Öffentlich-Rechtliche und Presseverlage: Ein Ringen um Fairness im digitalen Wettbewerb

Oct 17, 2024 at 3:59 PM

Öffentlich-Rechtliche und Presseverlage: Ein Ringen um Fairness im digitalen Wettbewerb

In einer Zeit, in der die Medienlandschaft einem rasanten Wandel unterliegt, entbrennt eine Debatte zwischen den öffentlich-rechtlichen Sendern und den Presseverlagen. Im Zentrum steht die Frage, wie ein fairer Wettbewerb zwischen diesen beiden Akteuren sichergestellt werden kann. Während die Öffentlich-Rechtlichen ihre Rolle als Informationsversorger der Bevölkerung betonen, sehen die Verlage ihre Existenz durch die zunehmende Präsenz der ARD und des ZDF im digitalen Raum bedroht. Eine Lösung, die beiden Seiten gerecht wird, scheint dringend geboten.
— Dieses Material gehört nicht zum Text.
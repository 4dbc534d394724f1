//! The browser's database, its promise to last, and word to other tabs.

use std::cell::{Cell, RefCell};
use std::pin::Pin;
use std::rc::Rc;

use bridge::{Kept, Refused};
use rexie::{ObjectStore, Rexie, Store, Transaction, TransactionMode};
use wasm_bindgen::prelude::*;
use wasm_bindgen_futures::JsFuture;
use web_sys::{BroadcastChannel, MessageEvent};

use super::{KeptSite, Put, ToKeep, Why};

const DATABASE: &str = "linehut";
const STORE: &str = "kept";
/// The record that holds everything.
const NOW: &str = "now";
/// Where a record that cannot be read is laid aside.
const DAMAGED: &str = "damaged";

/// The database. A handle: a clone is the same database.
#[derive(Clone)]
pub struct Storage(Rc<RefCell<Rc<Rexie>>>, Rc<Cell<LastState>>);

/// When an earlier state was last kept, of which site: the record of them is large, and not read at each keystroke.
#[derive(Clone, Copy, Default)]
struct LastState {
    key: u32,
    when: f64,
}

impl LastState {
    /// Whether another may be due.
    fn is_due(self, key: u32, now: f64) -> bool {
        self.key != key || now - self.when > super::STATE_APART
    }
}

/// What stands before a site's text in its record: how often it was written.
fn revised(record: &str) -> (u32, &str) {
    record.split_once('\n').map_or((0, record), |(revision, text)| (revision.parse().unwrap_or(0), text))
}

/// Between two earlier states of a site.
const APART: char = '\u{1e}';

/// What was found.
pub struct Found {
    /// What was kept.
    pub kept: Kept,
    /// Whether something could not be read.
    pub damaged: bool,
}

impl Storage {
    /// Opens the database, and makes it where there is none.
    pub async fn open() -> Result<Self, Why> {
        Ok(Self(Rc::new(RefCell::new(connect().await?)), Rc::default()))
    }

    fn begin(&self, mode: TransactionMode) -> Result<(Transaction, Store), Why> {
        begun(&self.0.borrow(), mode)
    }

    /// Reads the record. One that is damaged is laid aside, and an empty one stands in.
    pub async fn read(&self) -> Result<Found, Why> {
        let (transaction, store) = self.begin(TransactionMode::ReadWrite)?;
        let found = match stored(&store).await? {
            Ok(kept) => Found { kept, damaged: false },
            Err((Refused::Newer { .. }, _)) => return Err(Why::Newer),
            Err((_, raw)) => {
                put_value(&store, DAMAGED, raw).await?;
                remove(&store, NOW).await?;
                Found { kept: Kept::default(), damaged: true }
            }
        };
        done(transaction).await?;
        Ok(found)
    }

    /// Puts what changed from `base` to `next` into the record.
    ///
    /// Browsers drop a connection at times, as when a phone sleeps: it is opened again, once.
    pub async fn write(&self, base: &Kept, next: &Kept) -> Result<(), Why> {
        let database = self.0.borrow().clone();
        match put(&database, base, next).await {
            Err(Why::Refused) => {
                let database = connect().await?;
                self.0.replace(Rc::clone(&database));
                put(&database, base, next).await
            }
            done => done,
        }
    }
}

impl Storage {
    /// The sites that are kept: what each is kept under, and its name.
    pub async fn sites(&self) -> Result<Vec<KeptSite>, Why> {
        let (_, store) = self.begin(TransactionMode::ReadOnly)?;
        listed(&store).await
    }

    /// The text of a site, and how often it was written. Of a record that is no text, whatever text can be made of it.
    pub async fn site(&self, key: u32) -> Result<Option<(u32, String)>, Why> {
        let (_, store) = self.begin(TransactionMode::ReadOnly)?;
        let Some(value) = store.get(site_key(key).into()).await.map_err(why)? else { return Ok(None) };
        let made = || js_sys::JSON::stringify(&value).ok().and_then(|text| text.as_string());
        let record = value.as_string().or_else(made).unwrap_or_default();
        let (revision, text) = revised(&record);
        Ok(Some((revision, text.to_owned())))
    }

    /// The earlier states of a site, the latest first: when, in milliseconds, and its text.
    pub async fn earlier(&self, key: u32) -> Result<Vec<(f64, String)>, Why> {
        let (_, store) = self.begin(TransactionMode::ReadOnly)?;
        let record = text(&store, &earlier_key(key)).await?.unwrap_or_default();
        Ok(states(&record).map(|(when, text)| (when, text.to_owned())).collect())
    }

    /// Writes a site, its place in the list, and an earlier state where the last is old enough, in one transaction.
    ///
    /// `after` is the revision that this tab read or wrote last. Where another tab has written since, the site is put
    /// beside the other's under a key of its own, which is given back: neither is overwritten.
    pub async fn put_site(&self, site: &ToKeep, after: u32, now: f64) -> Result<Put, Why> {
        let (transaction, store) = self.begin(TransactionMode::ReadWrite)?;
        let there = text(&store, &site_key(site.key)).await?;
        let (revision, before) = there.as_deref().map_or((0, ""), revised);
        let mut list = of_record(&text(&store, SITES).await?.unwrap_or_default());
        if revision != after || list.iter().all(|one| one.key != site.key) {
            // Where a site begins, nothing else may be in its place.
            list = listed(&store).await?;
        }
        let (key, revision) = if revision == after {
            (site.key, revision + 1)
        } else {
            (list.iter().map(|one| one.key).max().unwrap_or(0).max(site.key) + 1, 1)
        };
        // Once beside another tab's, always told apart from it in the list.
        let beside = |one: &KeptSite| one.key == key && one.name.ends_with(BESIDE);
        let apart = key != site.key || list.iter().any(beside);
        let name = if apart { format!("{}{BESIDE}", site.name) } else { site.name.clone() };
        let changed = match list.iter_mut().find(|one| one.key == key) {
            Some(one) if one.name == name => false,
            Some(one) => {
                one.name = name;
                true
            }
            None => {
                list.push(KeptSite { key, name });
                true
            }
        };
        if key == site.key && !before.is_empty() && before != site.text && self.1.get().is_due(key, now) {
            let record = text(&store, &earlier_key(key)).await?.unwrap_or_default();
            let last = states(&record).next().map_or(0.0, |(when, _)| when);
            if now - last > super::STATE_APART {
                let kept = std::iter::once(format!("{now}\n{before}"))
                    .chain(states(&record).take(super::STATES - 1).map(|(when, text)| format!("{when}\n{text}")));
                let record = kept.collect::<Vec<_>>().join(&APART.to_string());
                put_text(&store, &earlier_key(key), &record).await?;
                self.1.set(LastState { key, when: now });
            } else {
                self.1.set(LastState { key, when: last });
            }
        }
        put_text(&store, &site_key(key), &format!("{revision}\n{}", site.text)).await?;
        if changed {
            put_list(&store, &list).await?;
        }
        done(transaction).await?;
        Ok(Put { key, revision, list: changed.then_some(list) })
    }

    /// Forgets a site and its earlier states.
    pub async fn forget_site(&self, key: u32) -> Result<(), Why> {
        let (transaction, store) = self.begin(TransactionMode::ReadWrite)?;
        let mut list = listed(&store).await?;
        list.retain(|one| one.key != key);
        remove(&store, &site_key(key)).await?;
        remove(&store, &earlier_key(key)).await?;
        put_list(&store, &list).await?;
        done(transaction).await?;
        Ok(())
    }
}

impl Storage {
    /// Adds a piece of a site that comes in, in one transaction, and gives all that came of its set. Those of other sets go.
    pub async fn add_piece(&self, set: &str, piece: &str) -> Result<Vec<String>, Why> {
        let (transaction, store) = self.begin(TransactionMode::ReadWrite)?;
        let record = text(&store, PIECES).await?.unwrap_or_default();
        let ours = |line: &&str| line.starts_with(set) && *line != piece;
        let all: Vec<String> = record.lines().filter(ours).chain([piece]).map(str::to_owned).collect();
        put_text(&store, PIECES, &all.join("\n")).await?;
        done(transaction).await?;
        Ok(all)
    }

    /// Forgets them.
    pub async fn forget_pieces(&self) -> Result<(), Why> {
        let (transaction, store) = self.begin(TransactionMode::ReadWrite)?;
        remove(&store, PIECES).await?;
        done(transaction).await?;
        Ok(())
    }
}

/// The record of a site that comes in: its pieces, a line each.
const PIECES: &str = "pieces";

/// What stands behind the name of a site that was put beside another tab's.
const BESIDE: &str = " (this tab)";

/// The record that lists the sites: key and name, a line each.
const SITES: &str = "sites";

/// What the key of a site begins with.
const SITE: &str = "site-";

fn site_key(key: u32) -> String {
    format!("{SITE}{key}")
}

fn earlier_key(key: u32) -> String {
    format!("earlier-{key}")
}

/// What the storage will answer. Boxed: an async function inside another would be made anew in each.
type Answer<'a, T> = Pin<Box<dyn Future<Output = Result<T, Why>> + 'a>>;

fn text<'a>(store: &'a Store, key: &'a str) -> Answer<'a, Option<String>> {
    Box::pin(async move { Ok(store.get(key.into()).await.map_err(why)?.and_then(|value| value.as_string())) })
}

fn put_value<'a>(store: &'a Store, key: &'a str, value: JsValue) -> Answer<'a, ()> {
    Box::pin(async move {
        store.put(&value, Some(&key.into())).await.map_err(why)?;
        Ok(())
    })
}

fn put_text<'a>(store: &'a Store, key: &'a str, text: &str) -> Answer<'a, ()> {
    put_value(store, key, text.into())
}

fn remove<'a>(store: &'a Store, key: &'a str) -> Answer<'a, ()> {
    Box::pin(async move { store.delete(key.into()).await.map_err(why) })
}

fn done<'a>(transaction: Transaction) -> Answer<'a, ()> {
    Box::pin(async move {
        transaction.done().await.map_err(why)?;
        Ok(())
    })
}

/// The sites by their list, and those that a damaged list leaves out: what is there is never written over as if it were not.
fn listed(store: &Store) -> Answer<'_, Vec<KeptSite>> {
    Box::pin(async move {
        let mut list = of_record(&text(store, SITES).await?.unwrap_or_default());
        for key in store.get_all_keys(None, None).await.map_err(why)? {
            let key = key.as_string().and_then(|key| key.strip_prefix(SITE)?.parse().ok());
            let Some(key) = key.filter(|key| list.iter().all(|one| one.key != *key)) else { continue };
            let record = text(store, &site_key(key)).await?.unwrap_or_default();
            let name = bridge::site::open(revised(&record).1).map_or_else(|_| String::new(), |site| site.name);
            list.push(KeptSite { key, name });
        }
        Ok(list)
    })
}

fn of_record(record: &str) -> Vec<KeptSite> {
    let line = |line: &str| {
        let (key, name) = line.split_once('\t')?;
        Some(KeptSite { key: key.parse().ok()?, name: name.to_owned() })
    };
    record.lines().filter_map(line).collect()
}

async fn put_list(store: &Store, list: &[KeptSite]) -> Result<(), Why> {
    let plain = |name: &str| name.replace(['\n', '\t', '\r'], " ");
    let lines: Vec<String> = list.iter().map(|one| format!("{}\t{}", one.key, plain(&one.name))).collect();
    put_text(store, SITES, &lines.join("\n")).await
}

fn states(record: &str) -> impl Iterator<Item = (f64, &str)> {
    record.split(APART).filter_map(|state| {
        let (when, text) = state.split_once('\n')?;
        // Milliseconds since 1970 are far below 2^53.
        #[allow(clippy::cast_precision_loss)]
        Some((when.split('.').next()?.parse::<u64>().ok()? as f64, text))
    })
}

fn begun(database: &Rexie, mode: TransactionMode) -> Result<(Transaction, Store), Why> {
    let transaction = database.transaction(&[STORE], mode).map_err(why)?;
    let store = transaction.store(STORE).map_err(why)?;
    Ok((transaction, store))
}

async fn connect() -> Result<Rc<Rexie>, Why> {
    let built = Rexie::builder(DATABASE).version(1).add_object_store(ObjectStore::new(STORE)).build().await;
    built.map(Rc::new).map_err(why)
}

async fn put(database: &Rexie, base: &Kept, next: &Kept) -> Result<(), Why> {
    let (transaction, store) = begun(database, TransactionMode::ReadWrite)?;
    let kept = match stored(&store).await? {
        Ok(there) => there.with_changes(base, next),
        Err((Refused::Newer { .. }, _)) => return Err(Why::Newer),
        Err((_, raw)) => {
            put_value(&store, DAMAGED, raw).await?;
            next.clone()
        }
    };
    let value = bridge::browser::to_value(&kept).map_err(|_| Why::Refused)?;
    put_value(&store, NOW, value).await?;
    done(transaction).await?;
    Ok(())
}

/// The record as it is: read, or refused with what is there.
async fn stored(store: &Store) -> Result<Result<Kept, (Refused, JsValue)>, Why> {
    let Some(value) = store.get(NOW.into()).await.map_err(why)? else { return Ok(Ok(Kept::default())) };
    Ok(bridge::browser::of_value(&value).map_err(|refused| (refused, value)))
}

#[allow(clippy::needless_pass_by_value, reason = "given to map_err")]
fn why(error: rexie::Error) -> Why {
    // The libraries pass on the browser's exception only inside their own text.
    if format!("{error:?}{error}").contains("QuotaExceeded") { Why::Full } else { Why::Refused }
}

/// Word from and to other tabs of this page.
pub struct Tabs(BroadcastChannel);

impl Tabs {
    /// Calls `changed` whenever another tab has kept something. `None` where the browser has no such channel.
    pub fn listen(changed: impl Fn() + 'static) -> Option<Self> {
        let channel = BroadcastChannel::new(DATABASE).ok()?;
        let heard = Closure::<dyn Fn(MessageEvent)>::new(move |_| changed());
        channel.set_onmessage(Some(heard.as_ref().unchecked_ref()));
        // Listens as long as the page is open.
        heard.forget();
        Some(Self(channel))
    }

    /// Tells the other tabs.
    pub fn tell(&self) {
        // A tab that cannot be told still loses nothing: it only sees the change later.
        let _ = self.0.post_message(&"changed".into());
    }
}

/// Whether the browser promised not to clear what is kept. `None` where it does not say.
pub async fn is_lasting() -> Option<bool> {
    promised(manager()?.persisted().ok()?).await
}

/// Asks the browser not to clear what is kept.
pub async fn ask_to_last() -> Option<bool> {
    promised(manager()?.persist().ok()?).await
}

fn manager() -> Option<web_sys::StorageManager> {
    let manager = web_sys::window()?.navigator().storage();
    // Absent over plain http, though the type says it is always there.
    (!manager.is_undefined()).then_some(manager)
}

async fn promised(answer: js_sys::Promise) -> Option<bool> {
    JsFuture::from(answer).await.ok()?.as_bool()
}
Ein Friedensangebot oder ein Ablenkungsmanöver?

Selbstverpflichtung statt gesetzlicher Regelung

Kai Gniffke, der Vorsitzende der ARD, hat in einem Gespräch mit der Deutschen Presse-Agentur ein überraschendes Angebot unterbreitet: Anstelle einer gesetzlichen Regelung zur Begrenzung der Presseähnlichkeit der öffentlich-rechtlichen Angebote, soll eine Selbstverpflichtung der Sender treten. Doch Matthias Ditzen-Blanke, der Vorsitzende des Bundesverbands Digitalpublisher und Zeitungsverleger (BDZV), sieht darin eher einen Trick als eine echte Lösung. Er verweist darauf, dass in den vergangenen Jahren bereits zahlreiche Schlichtungsversuche stattgefunden haben, ohne dass eine solche Selbstverpflichtung zustande gekommen wäre. Auch Stefan Hilscher, Sprecher des BDZV, äußert Zweifel an der Aufrichtigkeit des Angebots. Er fragt sich, ob Gniffke die Verleger und Politiker für so naiv hält, dass sie auf dieses Angebot eingehen würden.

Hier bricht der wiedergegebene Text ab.